Partis pour satisfaire leur curiosité ou relever un défi, tous sont revenus avec un regard neuf sur le pays. Pour Etienne Daoust, ce voyage lui a permis de sortir d'une vision manichéenne de la situation. "Si nous écoutons l’histoire de la Corée du Nord du point de vue occidental, on considère que c’est l’enfer sur terre et qu’ils ont tort sur toute la ligne, développe-t-il. Si on la considère du point de vue local, on conclut qu’ils ont raison sur toute la ligne. Il faut donc prendre le temps de faire la part des choses pour découvrir que la réalité est quelque part entre les deux."
D'après le Québécois, il y aurait même des points communs entre la vie d'un Occidental et celle d'un Nord-Coréen : "Au-delà du fait que nos gouvernements ne s’entendent pas, la réalité est qu’il y a des dizaines de millions d’individus là-bas qui ont une vie pas si éloignée de celle des dizaines de millions d’individus de mon pays, et qu’autour d’une bonne bière, tous s’entendent bien."
Les mésententes ne concernent que quelques centaines de personnes à la tête de nos gouvernements.
Un point de vue détonant à propos d'un pays qui aurait envoyé des milliers d’"ouvriers forcés" en plein cœur de l’Europe, selon une ONG de défense des droits de l’homme, et qui déporte en camp de travail tout opposant au régime, comme le dénonce Amnesty international (en anglais).

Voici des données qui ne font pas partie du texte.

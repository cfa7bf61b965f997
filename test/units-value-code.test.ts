import { describe, expect, it } from "vitest";
import fc from "fast-check";
import { readValueCode } from "../lib/units/value-code.js";

describe("IEC 60062 letter and digit code", () => {
  // Examples of resistance codes as listed from IEC 60062 in the Wikipedia article "RKM code"
  // (the standard's own text was not consulted).
  it.each([
    ["R47", 0.47],
    ["4R7", 4.7],
    ["470R", 470],
    ["4K7", 4700],
    ["47K3", 47300],
    ["4M7", 4.7e6],
  ] as const)("%s = %d Ω (IEC 60062 examples)", (code, ohms) => {
    expect(readValueCode(code)).toEqual({ value: ohms, dim: "resistance", letter: code.replace(/[0-9]/g, "") });
  });

  it("reads the other resistance letters: L milli, G giga, T tera (IEC 60062:2016, as summarised in secondary references)", () => {
    expect(readValueCode("6L8")?.value).toBe(6.8e-3);
    expect(readValueCode("2G2")?.value).toBe(2.2e9);
    expect(readValueCode("1T0")?.value).toBe(1e12);
  });

  it("reads lower-case k and r as K and R (common practice on schematics)", () => {
    expect(readValueCode("4k7")).toEqual({ value: 4700, dim: "resistance", letter: "k" });
    expect(readValueCode("2r2")?.value).toBe(2.2);
  });

  it("reads the capacitance letters p, n, µ (or u), m, F (IEC 60062)", () => {
    expect(readValueCode("4p7")).toEqual({ value: 4.7e-12, dim: "capacitance", letter: "p" });
    expect(readValueCode("4n7")?.value).toBe(4.7e-9);
    expect(readValueCode("2\u00b52")?.value).toBe(2.2e-6);
    expect(readValueCode("2\u03bc2")?.value).toBe(2.2e-6);
    expect(readValueCode("2u2")?.value).toBe(2.2e-6);
    expect(readValueCode("3m3")?.value).toBe(3.3e-3);
    expect(readValueCode("1F5")?.value).toBe(1.5);
    expect(readValueCode("n47")?.value).toBe(0.47e-9);
  });

  it("keeps M (mega-ohm) and m (milli-farad) apart", () => {
    expect(readValueCode("1M5")).toEqual({ value: 1.5e6, dim: "resistance", letter: "M" });
    expect(readValueCode("1m5")).toEqual({ value: 1.5e-3, dim: "capacitance", letter: "m" });
  });

  it("leaves codes ending in a SPICE scale letter to the SPICE reader (SPICE reads 4M as 4 milli)", () => {
    for (const t of ["47K", "4M", "4F", "10p", "4k"]) expect(readValueCode(t)).toBeUndefined();
  });

  it("is not fooled by plain numbers, units or exponents", () => {
    for (const t of ["4.7", "1e5", "1E5", "R", "k", "4k7k", "4.7k7", "4 k7", "", "kR", "4kΩ"]) expect(readValueCode(t)).toBeUndefined();
  });

  it("matches the decimal reading for any digits around the letter (property)", () => {
    fc.assert(
      fc.property(fc.stringMatching(/^[0-9]{1,3}$/), fc.stringMatching(/^[0-9]{1,3}$/), fc.constantFrom(["R", 0], ["K", 3], ["M", 6], ["n", -9], ["p", -12]), (a, b, [letter, k]) => {
        expect(readValueCode(`${a}${letter}${b}`)?.value).toBe(Number(`${a}.${b}e${k}`));
      }),
    );
  });
});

"Pendant ce voyage, j’ai compris que notre vision était biaisée : les gens parlent de la Corée du Nord comme d’un royaume de robots lobotomisés et les Nord-Coréens parlent de l’extérieur comme d’un royaume de diables impérialistes. Les deux explications sont stupides. L’histoire de ce pays est bien plus complexe, ajoute Lars Hiller Eidnes. C’est un régime brutal, mais le peuple est chaleureux et accueillant."
Ils font des blagues cochonnes, boivent de la bière et jouent à des jeux, comme partout ailleurs.
Sous le charme, il assure qu'il n'hésitera pas à y retourner, d'autant que, selon lui, faire du tourisme en Corée du Nord est aussi "un des chemins pour rendre ce pays moins isolé".
De son côté, Ludoc Hudson est beaucoup plus partagé. "Mon objectif était de changer l’idée que je me faisais de la Corée du Nord. Je pense que je n’ai plus la même vision mais, comme tout est programmé et encadré sur place, je devenais complètement paranoïaque. Toute la journée, je me demandais : 'Est-ce que ce que je vois est réel ?'", lâche-t-il, sidéré par un pays capable de construire des sites qui ont coûté des millions alors qu'une partie de la population meurt de faim. "C'est effrayant de se dire que les Nord-Coréens sont finalement habitués à vivre sans aucune liberté, mais c’est intéressant, pour quelqu’un qui a vécu en France toute sa vie, de voir à quoi cela correspond", estime-t-il.
Toutefois, pas sûr qu'il ait envie d'y retourner de sitôt, notamment à cause "de ce qui s’est passé avec le jeune touriste américain", Otto Warmbier, mort après avoir passé dix-huit mois en détention en Corée du Nord pour avoir tenté de voler une affiche de propagande. "Avec tout ce que j'ai dit sur la Corée du Nord sur internet, pas sûr de toute façon qu'ils acceptent que je revienne, juge-t-il. Et même si c'était le cas, j’aurais trop peur de ce qui pourrait m'arriver là-bas."